SUPPLIED DATA below:

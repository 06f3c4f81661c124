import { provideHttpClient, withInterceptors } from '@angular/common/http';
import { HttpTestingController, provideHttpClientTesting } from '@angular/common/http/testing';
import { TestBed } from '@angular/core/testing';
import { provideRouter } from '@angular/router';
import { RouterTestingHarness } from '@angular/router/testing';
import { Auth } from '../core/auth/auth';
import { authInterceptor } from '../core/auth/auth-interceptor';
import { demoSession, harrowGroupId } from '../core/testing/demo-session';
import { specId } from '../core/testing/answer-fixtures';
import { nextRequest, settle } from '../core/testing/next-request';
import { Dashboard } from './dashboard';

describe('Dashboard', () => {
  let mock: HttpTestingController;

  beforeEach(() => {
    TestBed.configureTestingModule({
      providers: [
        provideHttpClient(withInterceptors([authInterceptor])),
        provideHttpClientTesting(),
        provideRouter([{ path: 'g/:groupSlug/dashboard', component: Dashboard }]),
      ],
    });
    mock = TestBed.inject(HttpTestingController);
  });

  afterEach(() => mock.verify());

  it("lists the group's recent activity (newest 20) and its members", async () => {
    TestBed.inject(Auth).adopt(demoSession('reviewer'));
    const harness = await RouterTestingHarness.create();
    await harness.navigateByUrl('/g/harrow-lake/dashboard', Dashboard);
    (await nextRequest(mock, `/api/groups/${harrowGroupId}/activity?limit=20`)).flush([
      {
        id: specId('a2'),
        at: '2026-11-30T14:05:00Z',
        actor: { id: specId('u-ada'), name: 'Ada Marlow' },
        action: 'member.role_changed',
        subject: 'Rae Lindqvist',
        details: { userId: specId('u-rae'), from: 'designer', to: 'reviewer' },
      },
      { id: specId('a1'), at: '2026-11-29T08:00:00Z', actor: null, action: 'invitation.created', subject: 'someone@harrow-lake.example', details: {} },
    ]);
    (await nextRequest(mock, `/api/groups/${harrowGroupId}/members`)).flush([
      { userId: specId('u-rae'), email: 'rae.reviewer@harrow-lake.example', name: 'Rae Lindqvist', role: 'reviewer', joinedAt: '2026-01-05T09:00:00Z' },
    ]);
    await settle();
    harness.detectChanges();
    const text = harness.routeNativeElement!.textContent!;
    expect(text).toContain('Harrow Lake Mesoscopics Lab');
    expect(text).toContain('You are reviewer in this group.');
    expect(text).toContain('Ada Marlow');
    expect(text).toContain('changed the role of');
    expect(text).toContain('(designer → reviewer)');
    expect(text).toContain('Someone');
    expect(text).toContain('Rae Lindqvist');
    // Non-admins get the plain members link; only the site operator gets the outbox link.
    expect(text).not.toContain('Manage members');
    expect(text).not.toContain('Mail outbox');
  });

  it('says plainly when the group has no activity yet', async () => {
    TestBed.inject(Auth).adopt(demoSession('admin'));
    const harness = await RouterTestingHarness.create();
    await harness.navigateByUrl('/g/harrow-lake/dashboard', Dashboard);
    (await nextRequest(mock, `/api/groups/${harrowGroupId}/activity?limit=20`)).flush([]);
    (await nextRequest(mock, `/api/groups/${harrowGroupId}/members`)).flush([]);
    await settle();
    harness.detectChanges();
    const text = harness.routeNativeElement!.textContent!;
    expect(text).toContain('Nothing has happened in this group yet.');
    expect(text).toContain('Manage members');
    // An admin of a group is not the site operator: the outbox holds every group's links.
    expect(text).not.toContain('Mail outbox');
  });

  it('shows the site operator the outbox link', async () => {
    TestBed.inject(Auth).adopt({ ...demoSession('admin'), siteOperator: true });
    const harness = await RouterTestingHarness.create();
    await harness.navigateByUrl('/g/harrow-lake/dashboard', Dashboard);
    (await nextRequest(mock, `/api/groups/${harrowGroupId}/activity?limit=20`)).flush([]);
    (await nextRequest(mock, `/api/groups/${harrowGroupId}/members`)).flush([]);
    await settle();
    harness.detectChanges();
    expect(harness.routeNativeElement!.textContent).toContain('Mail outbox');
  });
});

End of SUPPLIED DATA.

EXERCISE DESCRIPTION: For the listing above, find how many lines hold the word "provideHttpClientTesting". Only the number should be written.

SOLUTION FOR THIS EXERCISE: 2